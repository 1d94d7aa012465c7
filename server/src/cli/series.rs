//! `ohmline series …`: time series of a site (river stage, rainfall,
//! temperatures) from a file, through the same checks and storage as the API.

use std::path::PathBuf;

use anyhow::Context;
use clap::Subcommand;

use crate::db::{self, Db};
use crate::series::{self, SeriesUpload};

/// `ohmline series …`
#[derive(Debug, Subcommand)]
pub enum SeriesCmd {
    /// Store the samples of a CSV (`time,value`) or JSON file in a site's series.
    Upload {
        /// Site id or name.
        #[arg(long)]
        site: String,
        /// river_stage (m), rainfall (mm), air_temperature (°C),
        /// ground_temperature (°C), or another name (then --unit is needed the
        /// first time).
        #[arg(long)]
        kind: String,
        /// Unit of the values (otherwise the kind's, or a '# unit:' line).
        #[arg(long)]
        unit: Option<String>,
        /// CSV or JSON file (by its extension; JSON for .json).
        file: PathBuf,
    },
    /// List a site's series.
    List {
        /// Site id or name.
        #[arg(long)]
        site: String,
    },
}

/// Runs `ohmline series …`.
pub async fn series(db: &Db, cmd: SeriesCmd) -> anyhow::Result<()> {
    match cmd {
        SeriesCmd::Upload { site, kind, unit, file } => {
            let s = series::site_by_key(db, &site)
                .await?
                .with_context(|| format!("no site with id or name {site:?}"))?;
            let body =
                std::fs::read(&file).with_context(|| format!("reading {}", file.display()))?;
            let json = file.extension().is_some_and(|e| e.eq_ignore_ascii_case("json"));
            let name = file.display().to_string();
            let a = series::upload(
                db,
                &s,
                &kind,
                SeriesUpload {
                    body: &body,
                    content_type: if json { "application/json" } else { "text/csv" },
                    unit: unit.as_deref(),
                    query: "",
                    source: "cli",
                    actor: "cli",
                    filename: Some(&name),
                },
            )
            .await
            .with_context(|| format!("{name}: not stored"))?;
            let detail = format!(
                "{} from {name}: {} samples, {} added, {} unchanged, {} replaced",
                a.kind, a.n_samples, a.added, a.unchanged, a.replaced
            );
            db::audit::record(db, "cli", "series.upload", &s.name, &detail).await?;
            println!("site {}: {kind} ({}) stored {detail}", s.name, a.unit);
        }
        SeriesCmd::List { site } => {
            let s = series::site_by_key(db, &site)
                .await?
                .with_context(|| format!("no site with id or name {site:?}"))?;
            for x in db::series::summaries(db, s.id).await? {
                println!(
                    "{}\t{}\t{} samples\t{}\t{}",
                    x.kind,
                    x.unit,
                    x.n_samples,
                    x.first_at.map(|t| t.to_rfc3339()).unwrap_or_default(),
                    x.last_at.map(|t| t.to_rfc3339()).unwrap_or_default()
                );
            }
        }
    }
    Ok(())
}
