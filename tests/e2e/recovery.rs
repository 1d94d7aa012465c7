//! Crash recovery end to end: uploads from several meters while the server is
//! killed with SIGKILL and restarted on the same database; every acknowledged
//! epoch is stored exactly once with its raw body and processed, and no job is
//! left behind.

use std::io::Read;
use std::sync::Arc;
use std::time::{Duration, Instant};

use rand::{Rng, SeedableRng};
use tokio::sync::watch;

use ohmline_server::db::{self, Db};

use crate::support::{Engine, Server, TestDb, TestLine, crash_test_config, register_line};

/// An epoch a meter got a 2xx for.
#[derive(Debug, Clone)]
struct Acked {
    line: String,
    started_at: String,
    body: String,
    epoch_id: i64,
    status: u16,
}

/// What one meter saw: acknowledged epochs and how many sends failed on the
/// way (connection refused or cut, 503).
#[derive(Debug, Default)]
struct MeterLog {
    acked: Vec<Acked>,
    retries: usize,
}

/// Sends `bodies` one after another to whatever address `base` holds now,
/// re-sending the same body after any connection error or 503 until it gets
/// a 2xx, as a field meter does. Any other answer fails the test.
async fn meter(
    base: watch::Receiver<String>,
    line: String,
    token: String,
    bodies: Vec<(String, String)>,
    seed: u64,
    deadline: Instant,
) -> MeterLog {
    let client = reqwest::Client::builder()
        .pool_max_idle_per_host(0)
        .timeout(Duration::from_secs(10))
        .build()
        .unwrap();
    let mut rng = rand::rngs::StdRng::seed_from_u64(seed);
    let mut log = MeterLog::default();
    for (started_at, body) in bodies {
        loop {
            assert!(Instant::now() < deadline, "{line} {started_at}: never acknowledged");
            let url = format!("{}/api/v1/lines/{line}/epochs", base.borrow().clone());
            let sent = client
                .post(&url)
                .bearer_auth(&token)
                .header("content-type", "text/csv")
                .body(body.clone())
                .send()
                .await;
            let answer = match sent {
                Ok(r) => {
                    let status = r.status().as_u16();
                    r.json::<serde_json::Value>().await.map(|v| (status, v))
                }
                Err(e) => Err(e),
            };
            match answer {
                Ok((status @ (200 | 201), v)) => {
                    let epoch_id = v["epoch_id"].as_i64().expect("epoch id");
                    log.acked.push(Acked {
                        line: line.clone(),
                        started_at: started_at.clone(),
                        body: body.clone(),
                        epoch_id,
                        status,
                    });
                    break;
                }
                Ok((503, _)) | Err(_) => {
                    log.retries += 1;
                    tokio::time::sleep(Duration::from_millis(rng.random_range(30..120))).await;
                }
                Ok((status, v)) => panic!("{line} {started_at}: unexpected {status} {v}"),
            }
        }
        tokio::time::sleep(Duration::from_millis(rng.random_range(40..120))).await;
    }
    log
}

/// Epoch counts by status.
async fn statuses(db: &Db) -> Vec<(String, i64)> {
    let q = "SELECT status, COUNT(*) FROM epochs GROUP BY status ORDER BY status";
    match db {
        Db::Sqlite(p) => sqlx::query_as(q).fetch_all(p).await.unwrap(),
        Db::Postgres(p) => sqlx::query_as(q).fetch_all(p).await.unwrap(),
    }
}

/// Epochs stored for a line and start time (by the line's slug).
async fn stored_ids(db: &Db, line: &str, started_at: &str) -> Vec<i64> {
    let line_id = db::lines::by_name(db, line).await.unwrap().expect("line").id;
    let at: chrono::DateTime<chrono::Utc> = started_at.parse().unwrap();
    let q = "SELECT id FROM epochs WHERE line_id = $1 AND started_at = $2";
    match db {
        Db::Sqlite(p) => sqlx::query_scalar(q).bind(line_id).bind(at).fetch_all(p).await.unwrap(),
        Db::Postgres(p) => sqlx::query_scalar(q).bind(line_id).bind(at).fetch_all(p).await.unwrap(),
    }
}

....

Each entry above needs to be duplicated verbatim.

repository 1d94d7aa012465c7
filename server/src/cli/series.rs
//! `ohmline series …`: time series of a site (river stage, rainfall,
//! temperatures) from a file, through the same checks and storage as the API.

use std::path::PathBuf;

use anyhow::Context;
use clap::Subcommand;

use crate::db::{self, Db};
use crate::series::{self, SeriesUpload};

/// `ohmline series …`
#[derive(Debug, Subcommand)]
pub enum SeriesCmd {
    /// Store the samples of a CSV (`time,value`) or JSON file in a site's series.
    Upload {
        /// Site id or name.
        #[arg(long)]
        site: String,
        /// river_stage (m), rainfall (mm), air_temperature (°C),
        /// ground_temperature (°C), or another name (then --unit is needed the
        /// first time).
        #[arg(long)]
        kind: String,
        /// Unit of the values (otherwise the kind's, or a '# unit:' line).
        #[arg(long)]
        unit: Option<String>,
        /// CSV or JSON file (by its extension; JSON for .json).
        file: PathBuf,
    },
    /// List a site's series.
    List {
        /// Site id or name.
        #[arg(long)]
        site: String,
    },
}

/// Runs `ohmline series …`.
pub async fn series(db: &Db, cmd: SeriesCmd) -> anyhow::Result<()> {
    match cmd {
        SeriesCmd::Upload { site, kind, unit, file } => {
            let s = series::site_by_key(db, &site)
                .await?
                .with_context(|| format!("no site with id or name {site:?}"))?;
            let body =
                std::fs::read(&file).with_context(|| format!("reading {}", file.display()))?;
            let json = file.extension().is_some_and(|e| e.eq_ignore_ascii_case("json"));
            let name = file.display().to_string();
            let a = series::upload(
                db,
                &s,
                &kind,
                SeriesUpload {
                    body: &body,
                    content_type: if json { "application/json" } else { "text/csv" },
                    unit: unit.as_deref(),
                    query: "",
                    source: "cli",
                    actor: "cli",
                    filename: Some(&name),
                },
            )
            .await
            .with_context(|| format!("{name}: not stored"))?;
            let detail = format!(
                "{} from {name}: {} samples, {} added, {} unchanged, {} replaced",
                a.kind, a.n_samples, a.added, a.unchanged, a.replaced
            );
            db::audit::record(db, "cli", "series.upload", &s.name, &detail).await?;
            println!("site {}: {kind} ({}) stored {detail}", s.name, a.unit);
        }
        SeriesCmd::List { site } => {
            let s = series::site_by_key(db, &site)
                .await?
                .with_context(|| format!("no site with id or name {site:?}"))?;
            for x in db::series::summaries(db, s.id).await? {
                println!(
                    "{}\t{}\t{} samples\t{}\t{}",
                    x.kind,
                    x.unit,
                    x.n_samples,
                    x.first_at.map(|t| t.to_rfc3339()).unwrap_or_default(),
                    x.last_at.map(|t| t.to_rfc3339()).unwrap_or_default()
                );
            }
        }
    }
    Ok(())
}
filename tests/e2e/recovery.rs
repository 1d94d7aa012465c7
//! Crash recovery end to end: uploads from several meters while the server is
//! killed with SIGKILL and restarted on the same database; every acknowledged
//! epoch is stored exactly once with its raw body and processed, and no job is
//! left behind.

use std::io::Read;
use std::sync::Arc;
use std::time::{Duration, Instant};

use rand::{Rng, SeedableRng};
use tokio::sync::watch;

use ohmline_server::db::{self, Db};

use crate::support::{Engine, Server, TestDb, TestLine, crash_test_config, register_line};

/// An epoch a meter got a 2xx for.
#[derive(Debug, Clone)]
struct Acked {
    line: String,
    started_at: String,
    body: String,
    epoch_id: i64,
    status: u16,
}

/// What one meter saw: acknowledged epochs and how many sends failed on the
/// way (connection refused or cut, 503).
#[derive(Debug, Default)]
struct MeterLog {
    acked: Vec<Acked>,
    retries: usize,
}

/// Sends `bodies` one after another to whatever address `base` holds now,
/// re-sending the same body after any connection error or 503 until it gets
/// a 2xx, as a field meter does. Any other answer fails the test.
async fn meter(
    base: watch::Receiver<String>,
    line: String,
    token: String,
    bodies: Vec<(String, String)>,
    seed: u64,
    deadline: Instant,
) -> MeterLog {
    let client = reqwest::Client::builder()
        .pool_max_idle_per_host(0)
        .timeout(Duration::from_secs(10))
        .build()
        .unwrap();
    let mut rng = rand::rngs::StdRng::seed_from_u64(seed);
    let mut log = MeterLog::default();
    for (started_at, body) in bodies {
        loop {
            assert!(Instant::now() < deadline, "{line} {started_at}: never acknowledged");
            let url = format!("{}/api/v1/lines/{line}/epochs", base.borrow().clone());
            let sent = client
                .post(&url)
                .bearer_auth(&token)
                .header("content-type", "text/csv")
                .body(body.clone())
                .send()
                .await;
            let answer = match sent {
                Ok(r) => {
                    let status = r.status().as_u16();
                    r.json::<serde_json::Value>().await.map(|v| (status, v))
                }
                Err(e) => Err(e),
            };
            match answer {
                Ok((status @ (200 | 201), v)) => {
                    let epoch_id = v["epoch_id"].as_i64().expect("epoch id");
                    log.acked.push(Acked {
                        line: line.clone(),
                        started_at: started_at.clone(),
                        body: body.clone(),
                        epoch_id,
                        status,
                    });
                    break;
                }
                Ok((503, _)) | Err(_) => {
                    log.retries += 1;
                    tokio::time::sleep(Duration::from_millis(rng.random_range(30..120))).await;
                }
                Ok((status, v)) => panic!("{line} {started_at}: unexpected {status} {v}"),
            }
        }
        tokio::time::sleep(Duration::from_millis(rng.random_range(40..120))).await;
    }
    log
}

/// Epoch counts by status.
async fn statuses(db: &Db) -> Vec<(String, i64)> {
    let q = "SELECT status, COUNT(*) FROM epochs GROUP BY status ORDER BY status";
    match db {
        Db::Sqlite(p) => sqlx::query_as(q).fetch_all(p).await.unwrap(),
        Db::Postgres(p) => sqlx::query_as(q).fetch_all(p).await.unwrap(),
    }
}

/// Epochs stored for a line and start time (by the line's slug).
async fn stored_ids(db: &Db, line: &str, started_at: &str) -> Vec<i64> {
    let line_id = db::lines::by_name(db, line).await.unwrap().expect("line").id;
    let at: chrono::DateTime<chrono::Utc> = started_at.parse().unwrap();
    let q = "SELECT id FROM epochs WHERE line_id = $1 AND started_at = $2";
    match db {
        Db::Sqlite(p) => sqlx::query_scalar(q).bind(line_id).bind(at).fetch_all(p).await.unwrap(),
        Db::Postgres(p) => sqlx::query_scalar(q).bind(line_id).bind(at).fetch_all(p).await.unwrap(),
    }
}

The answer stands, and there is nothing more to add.